Iraq's Historic Contribution to Global Warming Since 1850

✨ Key Insights

Extremely High Per Capita Impact

Iraq's historic greenhouse gas emissions have resulted in an extremely high per capita impact, averaging 10.37 tonnes per person per year. This places Iraq among the nations with the highest historic contributions to global warming on a per capita basis. The discovery of the Kirkuk oil field in 1927 marked the beginning of large-scale oil extraction, significantly increasing CO₂ emissions. The nationalization of Iraq's oil industry in 1972 further accelerated oil production and export, contributing to the country's high per capita emissions.

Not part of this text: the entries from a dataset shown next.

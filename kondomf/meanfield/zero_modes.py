"""Modes of the curvature: zero modes accounted for by symmetries, and what a mode does to the state."""

from collections.abc import Iterator
from dataclasses import dataclass, field

import numpy as np
from numpy.typing import NDArray
from scipy.linalg import expm

from kondomf.meanfield.curvature import Curvature
from kondomf.meanfield.evaluate import bloch_matrix, decompositions, lattice_sum, thermal_weight
from kondomf.meanfield.problem import Point, Problem
from kondomf.model import MeanFieldModel
from kondomf.model.symmetries import Generator, field_matrices, rotated, symmetry_generators

Array = NDArray[np.float64]

ZERO = 1e-6
"""Curvatures of smaller size are zero modes."""
CONSERVED = 1e-7
"""A constrained quantity that a rotation changes by less is conserved."""


@dataclass(frozen=True)
class ZeroModes:
    """Number of zero curvatures, and how many of them gauge and physical generators explain."""

    count: int
    gauge: int
    broken_generators: int

    @property
    def unexplained(self) -> int:
        return self.count - self.gauge - self.broken_generators


def conserving_generators(model: MeanFieldModel, correlators: Array) -> Iterator[Generator]:
    """Generators of symmetries of the model that leave the constrained quantities of a state (NR, n, n) alone too.

    A finite rotation decides, since at n != 1 a pair rotation changes the density only in second order.
    """
    for generator in symmetry_generators(model):
        turn = expm(0.7 * generator.x)
        moved = (turn @ correlators @ turn.T - correlators)[model.position]
        if np.abs(model.c @ moved).max(initial=0.0) < CONSERVED:
            yield generator


def zero_modes(problem: Problem, point: Point, full: Curvature) -> ZeroModes:
    """Count zeros of the full-space curvature and the independent field changes that symmetries make at `point`.

    A generator counts when it leaves the model invariant and, at this state, the constrained quantities too.
    """
    model = problem.model
    fields = field_matrices(model, point.phi)
    gauge: list[Array] = []
    physical: list[Array] = []
    for generator in conserving_generators(model, point.state.correlators):
        change = full.coordinates(rotated(model, fields, generator.x)[model.active])
        (gauge if generator.gauge else physical).append(change)
    scale = np.sqrt(model.scale) * 1e-5
    n_gauge, n_all = _rank(gauge, scale), _rank(gauge + physical, scale)
    return ZeroModes(int((np.abs(full.eigenvalues) < ZERO).sum()), n_gauge, n_all - n_gauge)


def _rank(vectors: list[Array], threshold: float) -> int:
    return int((np.linalg.svd(np.array(vectors), compute_uv=False) > threshold).sum()) if vectors else 0


@dataclass(frozen=True)
class SoftMode:
    """The mode of lowest curvature that is no zero mode, in the space of all fields.

    degeneracy : modes of this curvature. change : (NR, n, n) change of the correlators <i gamma_a(0) gamma_b(R)> along
    the mode, R over model.lattice_vectors, of norm 1.
    """

    curvature: float
    degeneracy: int
    change: Array = field(repr=False)


def soft_mode(problem: Problem, point: Point, full: Curvature) -> SoftMode | None:
    """The lowest mode at `point` that is no zero mode, from its full-space curvature; None if no field has any."""
    moving = np.flatnonzero(np.abs(full.eigenvalues) > ZERO)
    if not len(moving) or full.eigenvalues[moving[0]] == 1:
        return None
    lowest = full.eigenvalues[moving[0]]
    degeneracy = int((np.abs(full.eigenvalues - lowest) < ZERO).sum())
    return SoftMode(float(lowest), degeneracy, correlator_change(problem, point, full, int(moving[0])))


def correlator_change(problem: Problem, point: Point, curvature: Curvature, mode: int) -> Array:
    """Change (NR, n, n) of all correlators along a mode z of the full-space curvature e != 1, of norm 1.

    The fields V R z, with multipliers that hold the constrained quantities, change the correlators of the active
    channels by (1 - e) R z; what they do to every other correlator belongs to the mode too.
    """
    model = problem.model
    along = np.eye(len(curvature.eigenvalues))[mode]
    fields = np.zeros(model.n_channels)
    fields[model.active] = curvature.fields(along, np.zeros(len(model.active)), 0.0)
    change = _responding(problem, point, fields / (1 - curvature.eigenvalues[mode]))
    return np.asarray(change / np.linalg.norm(change))


def _responding(problem: Problem, point: Point, fields: Array) -> Array:
    """Response (NR, n, n) of all correlators to a small change of the fields (N,).

    d tanh(h/2T) = U (X o U+ dh U) U+ with the X of the response matrix.
    """
    model = problem.model
    total = np.zeros_like(point.state.correlators)
    for part, phases, e, u in decompositions(model, problem.zone, point.phi):
        adjoint = u.conj().swapaxes(1, 2)
        inner = thermal_weight(e, model.temperature) * (adjoint @ bloch_matrix(model, fields, phases) @ u)
        total += lattice_sum(phases, problem.zone.weight[part], u @ inner @ adjoint)
    return total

Oil Industry's Role in Emissions

The oil industry has been a major driver of Iraq's greenhouse gas emissions. The nationalization of the oil industry allowed Iraq to expand its oil extraction and export activities, leading to increased CO₂ emissions. The expansion of oil production facilities and increased domestic consumption of oil for energy and transportation further elevated emissions. The impact of these activities is evident in the high per capita emissions rating, reflecting Iraq's significant contribution to global warming.

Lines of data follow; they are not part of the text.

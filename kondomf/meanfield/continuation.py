"""Follows a branch of minima in one parameter, to where it ends.

Points are sought by Newton steps in the fields and the parameter together, on a plane across the tangent, so that a
branch can be followed round the turning point at which it ceases to exist.
Source of the method: "Numerical solution of bifurcation and nonlinear eigenvalue problems", in Applications of
Bifurcation Theory (Academic Press, 1977), pages 359-384 (from memory).
"""

from dataclasses import dataclass, field
from typing import Any, NamedTuple

import numpy as np
from numpy.typing import NDArray
from scipy.optimize import brentq

from kondomf.material import Material, with_value
from kondomf.meanfield.classes import class_basis
from kondomf.meanfield.curvature import Curvature, curvature_at, gauge_copies
from kondomf.meanfield.driver import Settings, descend, is_decoupled, is_stationary
from kondomf.meanfield.engine import NUMPY, Engine
from kondomf.meanfield.problem import Point, Problem, point_at
from kondomf.meanfield.starts import Start
from kondomf.meanfield.zero_modes import ZERO
from kondomf.meanfield.zone import uniform
from kondomf.model import MeanFieldModel, build_model

Array = NDArray[np.float64]

FIRST_STEP, LONGEST_STEP, SHORTEST_STEP = 0.03, 0.1, 1e-6
"""Steps along a branch: length in (P, u), u the parameter in units of its range."""
NEWTON_STEPS = 8
DIFFERENCE = 1e-5
"""Step in u of the derivatives with respect to the parameter."""
STRAIGHT = 0.8
"""Cosine between a step and the one before, below which it may have jumped to another branch."""
AROUND = 10
"""Distance at which the state beyond the end of a branch is looked at, in units of the precision."""
NO_JUMP = 0.01
"""Order parameters just beyond the end of a branch that differ by less from those at the end do not jump."""

LIMIT, SPINODAL, CONTINUOUS, LOST = "end of the range", "spinodal", "continuous transition", "not followed further"


@dataclass(frozen=True)
class Family:
    """Materials that differ in the number `key` (dotted), between `low` and `high`, in the unit of the key."""

    material: Material
    key: str
    low: float
    high: float
    engine: Engine = NUMPY

    @property
    def span(self) -> float:
        return self.high - self.low

    def material_at(self, x: float) -> Material:
        return with_value(self.material, self.key, x)

    def at(self, x: float) -> Problem:
        """The problem at x. A coupling of exactly zero has no channels: next to nothing stands for it."""
        material = self.material_at(x or 1e-12 * self.span)
        model = build_model(material)
        zone = uniform(material.zone.points, material.zone.offset)
        return Problem(model, zone, class_basis(model, material.search.phase), self.engine)

    def move(self, point: Point, x: float, change: Array | float = 0.0) -> tuple[Problem, Point]:
        """Problem and point at x with the active fields of `point` plus `change` (Na,)."""
        problem = self.at(x)
        active = problem.model.active
        phi = problem.model.h.copy()
        phi[active] = point.phi[active] + change
        return problem, point_at(problem, phi)


@dataclass(frozen=True)
class BranchPoint:
    """A stationary state of `material` at x.

    modes : its curvature. soft : the lowest that is no zero mode, over the gauge copies if they count.
    """

    material: Material
    x: float
    problem: Problem
    point: Point
    modes: Curvature
    soft: float

    @property
    def model(self) -> MeanFieldModel:
        return self.problem.model

    @property
    def correlators(self) -> Array:
        """<i gamma_a(0) gamma_b(R)> of all Majoranas, (NR, n, n)."""
        return self.point.state.correlators

    @property
    def inputs(self) -> dict[str, Any]:
        return self.material.to_dict()

    @property
    def free_energy(self) -> float:
        """F in meV per primitive cell."""
        return self.point.free_energy / self.model.cell.size


@dataclass(frozen=True)
class End:
    """Where and how a branch ends.

    state : at the end, where it was reached. beyond : x just past it and the minimum that a descent finds there.
    """

    x: float
    kind: str
    state: BranchPoint | None = None
    beyond: tuple[float, Start] | None = None


@dataclass(frozen=True)
class _Plane:
    """n.(P - P0) + m (u - u0) = s, for the correlators P of the active channels and u = x/span."""

    p: Array
    u: float
    n: Array
    m: float
    s: float

    def miss(self, u: float, p: Array) -> float:
        return self.s - float(self.n @ (p - self.p)) - self.m * (u - self.u)


class _Linear(NamedTuple):
    """Linear response of the state to the parameter u.

    modes : curvature. drift (Na,), pull (Na,) : derivatives of correlators and residual at fixed active fields.
    f (d,) : drive of the modes, R^T pull. moving (d,) : False for zero modes, which nothing drives.
    """

    modes: Curvature
    drift: Array
    pull: Array
    f: Array
    moving: NDArray[np.bool_]


class _Found(NamedTuple):
    """A stationary state on a plane, and the Newton steps it took."""

    problem: Problem
    point: Point
    x: float
    steps: int


@dataclass(frozen=True)
class Follower:
    """Follows branches of a family of materials.

    precision : of the end of a branch, in the unit of the parameter. copies : a decoupled state is judged by the
    lowest curvature over its gauge copies, as its stability demands; False: by its own.
    """

    family: Family
    precision: float
    copies: bool = True
    settings: Settings = field(default_factory=Settings)

    def branch_point(self, x: float, problem: Problem, point: Point) -> BranchPoint:
        """The point with its lowest curvature."""
        modes = curvature_at(problem, point)
        copies = gauge_copies(problem, point) if self.copies and is_decoupled(problem, point, self.settings) else []
        all_modes = [modes, *(curvature_at(problem, copy) for copy in copies)]
        eigenvalues = np.concatenate([each.eigenvalues for each in all_modes])
        soft = float(eigenvalues[np.abs(eigenvalues) > ZERO].min(initial=1.0))
        return BranchPoint(self.family.material_at(x), x, problem, point, modes, soft)

    def at(self, here: BranchPoint, x: float) -> BranchPoint | None:
        """The state of the branch through `here` at x nearby; None where Newton steps do not lead there."""
        n = np.zeros(len(here.problem.model.active))
        u = here.x / self.family.span
        found = self._correct(here, _Plane(n, u, n, 1.0, x / self.family.span - u))
        return None if found is None else self.branch_point(x, found.problem, found.point)

    def follow(self, start: BranchPoint, to: float) -> tuple[list[BranchPoint], End]:
        """Points from `start` (included) towards x = `to`, until the branch ends or x is reached."""
        if start.x == to:
            return [start], End(to, LIMIT)
        direction = float(np.sign(to - start.x))
        points, s, tangent = [start], FIRST_STEP, direction * self._slope(start)
        while s > SHORTEST_STEP:
            here = points[-1]
            found = self._correct(here, self._plane(here, tangent, s))
            past = found is not None and (found.x - to) * direction >= 0
            there = None if found is None else self.at(here, to) if past else self._judge(found)
            step = None if there is None else self._step(here, there)
            if found is None or there is None or step is None or step @ tangent < STRAIGHT * np.linalg.norm(step):
                s /= 2
                continue
            if there.soft < -ZERO or step[-1] * direction < 0:
                back = float(np.linalg.norm(self._step(here, points[-2]))) if len(points) > 1 else 0.0
                return points, self._end(here, tangent, (-back, s), there.soft < -ZERO, direction)
            points.append(there)
            if past:
                return points, End(to, LIMIT)
            tangent = step / np.linalg.norm(step)
            s = min(LONGEST_STEP, s * (1.5 if found.steps <= 3 else 0.8))
        return points, End(points[-1].x, LOST)

    def _plane(self, here: BranchPoint, tangent: Array, s: float) -> _Plane:
        return _Plane(_correlators(here.problem, here.point), here.x / self.family.span, tangent[:-1], tangent[-1], s)

    def _slope(self, here: BranchPoint) -> Array:
        """Unit vector along (dP, du) of the branch in the direction of growing u, by linear response."""
        linear = self._linearized(here.x, here.problem, here.point, here.modes)
        y = np.zeros(len(linear.f))
        y[linear.moving] = -linear.f[linear.moving] / linear.modes.eigenvalues[linear.moving]
        step = np.append(linear.drift + linear.modes.root_vectors @ y, 1.0)
        return step / np.linalg.norm(step)

    def _step(self, here: BranchPoint, there: BranchPoint) -> Array:
        """Change (dP, du) from one point of a branch to another."""
        p = _correlators(there.problem, there.point) - _correlators(here.problem, here.point)
        return np.append(p, (there.x - here.x) / self.family.span)

    def _correct(self, here: BranchPoint, plane: _Plane) -> _Found | None:
        """Stationary state on the plane by Newton steps from `here`; None if they fail.

        With y the change of the correlators along the modes, P' = P + B du + R y and diag(H) y + f du = -R^T r, where
        B and f (per unit of u) are the derivatives at fixed active fields, the multipliers solved.
        """
        try:
            return self._newton(here, plane)
        except np.linalg.LinAlgError:
            return None

    def _newton(self, here: BranchPoint, plane: _Plane) -> _Found | None:
        family, x, problem, point = self.family, here.x, here.problem, here.point
        for steps in range(NEWTON_STEPS):
            p, u = _correlators(problem, point), x / family.span
            close = abs(plane.miss(u, p)) <= 1e-3 * abs(plane.s)
            if steps and close and is_stationary(point, problem.model.scale, self.settings):
                return _Found(problem, point, x, steps)
            at = self._linearized(x, problem, point, curvature_at(problem, point) if steps else here.modes)
            r = point.residual[problem.model.active]
            along = plane.n @ at.modes.root_vectors
            moving = at.moving | (np.abs(along) > 1e-3 * np.abs(along).max(initial=1e-300))
            matrix = np.block(
                [
                    [np.diag(at.modes.eigenvalues[moving]), at.f[moving, None]],
                    [along[moving], plane.n @ at.drift + plane.m],
                ]
            )
            right = np.append(-at.modes.coordinates(r)[moving], plane.miss(u, p))
            y = np.zeros(len(moving))
            *y[moving], du = np.linalg.lstsq(matrix, right, rcond=1e-12)[0]
            x += float(du) * family.span
            if not family.low - family.span < x < family.high + family.span:
                return None
            problem, point = family.move(point, x, at.modes.fields(y, r + at.pull * du, 0.0))
            if not point.is_finite:
                return None
        return None

    def _linearized(self, x: float, problem: Problem, point: Point, modes: Curvature) -> _Linear:
        """Derivatives with respect to u, towards the middle of the range, by a small difference."""
        family, active = self.family, problem.model.active
        du = DIFFERENCE * (1.0 if 2 * x < family.low + family.high else -1.0)
        _, ahead = family.move(point, x + du * family.span)
        pull = (ahead.residual - point.residual)[active] / du
        f = modes.coordinates(pull)
        # A symmetry keeps the drive off its zero modes; a soft mode that is driven is part of the branch.
        moving = (np.abs(modes.eigenvalues) > ZERO) | (np.abs(f) > 1e-4 * np.abs(f).max(initial=0.0))
        return _Linear(modes, (ahead.p - point.p)[active] / du, pull, f, moving)

    def _end(
        self, here: BranchPoint, tangent: Array, within: tuple[float, float], unstable: bool, direction: float
    ) -> End:
        """Locates the end within steps from `here`: where the curvature vanishes, or else where x turns back.

        At a continuous transition x turns where the order parameter changes sign, perhaps one step before `here`.
        """

        def at(t: float) -> BranchPoint:
            found = self._correct(here, self._plane(here, tangent, t))
            if found is None:
                raise _Lost
            return self._judge(found)

        try:
            if unstable:
                tolerance = 0.1 * self.precision / self.family.span
                last = at(float(brentq(lambda t: at(t).soft if t else here.soft, 0.0, within[1], xtol=tolerance)))
                return self._beyond(here, last, last.x, direction)
            t, reach = float(np.mean(within)), (within[1] - within[0]) / 2
            for _ in range(3):
                # Not at the turning point itself: a state without the order parameter is stationary there at every x.
                states = [at(t + reach * part) for part in (-1.0, 0.5, 1.0)]
                parabola = np.polynomial.Polynomial.fit([-1.0, 0.5, 1.0], [state.x for state in states], 2).convert()
                vertex = -parabola.coef[1] / (2 * parabola.coef[2])
                t, reach, x = t + reach * float(np.clip(vertex, -1, 1)), reach / 5, float(parabola(vertex))
            return self._beyond(here, states[1], x, direction)
        except (_Lost, ValueError):  # no state, or no change of sign, where there was one a moment ago
            return End(here.x, LOST)

    def _beyond(self, here: BranchPoint, last: BranchPoint, end: float, direction: float) -> End:
        """What a descent from the last state finds just past the end.

        It is a spinodal if the order parameters jump there: by more than they changed over the same distance before,
        and no less when it is halved twice.
        """
        family, distance = self.family, direction * AROUND * self.precision

        def change(p: Array) -> float:
            return float(np.abs(sizes(last.model, p) - sizes(last.model, last.point.p)).max())

        jumps, beyond = [], None
        for x in np.clip([end + distance, end + distance / 4], family.low, family.high):
            problem, point = family.move(last.point, float(x))
            down = descend(problem, point.phi, self.settings)
            if down.status != "minimum":
                return End(end, SPINODAL, last)
            beyond = beyond or (float(x), Start("beyond", down.point.p))
            jumps.append(change(down.point.p))
        before = self.at(here, end - distance)
        past = 0.0 if before is None else change(before.point.p)
        smooth = jumps[0] < max(NO_JUMP, past) or jumps[1] < 0.7 * jumps[0]
        return End(end, CONTINUOUS if smooth else SPINODAL, last, beyond)

    def _judge(self, found: _Found) -> BranchPoint:
        return self.branch_point(found.x, found.problem, found.point)


class _Lost(Exception):
    """Newton steps fail inside a step that had succeeded."""


def _correlators(problem: Problem, point: Point) -> Array:
    return point.p[problem.model.active]


def sizes(model: MeanFieldModel, p: Array) -> Array:
    """Root mean square per site of hybridizations, on-site spinon and electron bilinears, and spinon bonds, (4,)."""
    spinons, onsite = (model.species == 0).all(axis=1), model.onsite
    groups = (model.hybridization, spinons & onsite, ~spinons & ~model.hybridization & onsite, spinons & ~onsite)
    return np.sqrt([p[group] @ p[group] / model.cell.n_sites for group in groups])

Methane and Other Greenhouse Gases

Methane emissions, primarily from livestock and fugitive emissions from oil extraction, have also played a significant role in Iraq's warming impact. The use of the GWP* method for methane highlights the dynamic nature of these emissions, with periods of rapid increase and decrease. Additionally, emissions of N2O and F-gases, although smaller in magnitude, have contributed to Iraq's overall greenhouse gas emissions profile. The combination of these gases underscores the complexity of Iraq's historic emissions and their impact on global warming.

Background

Historic Per Capita Emissions

Historic per capita emissions are a crucial long-period (since 1850), population-weighted (accounting for changing population size) indicator. It shows the contribution of greenhouse gas emissions of a nation per capita per year to the current warming.


The rating scale is:

  • Extremely High: above 10 tonnes per capita per year
  • Very High: above 7.5 tonnes
  • High: above 5 tonnes
  • Moderate: above 2.5 tonnes
  • Low: above 0 tonnes
  • Negative Emissions: under 0

Historically, we don't expect any nation to reach negative emissions. Current warming, or warming targets, like 1.5 °C and 1.7 °C are all based on the fact that there have been human-induced greenhouse gas emissions and there will be some more. It is clear, however, that some nations have had incredibly high historic contributions per capita.

Total Historic Impact

This is the total amount of CO2, CH4, N2O, and F-Gases emissions of a nation from 1850 till 2023 (last available year in the data) expressed in megatonnes of CO2-equivalents. The gases have different atmospheric lifetimes (decay) and warming effects, for this reason we use the GWP100 (100 year time horizon method) to calculate the global warming potential of N2O and F-Gases to express in CO2-equivalents. For CH4, which is a short-term gas, we use the GWP* method to express the historic impact in CO2-equivalents.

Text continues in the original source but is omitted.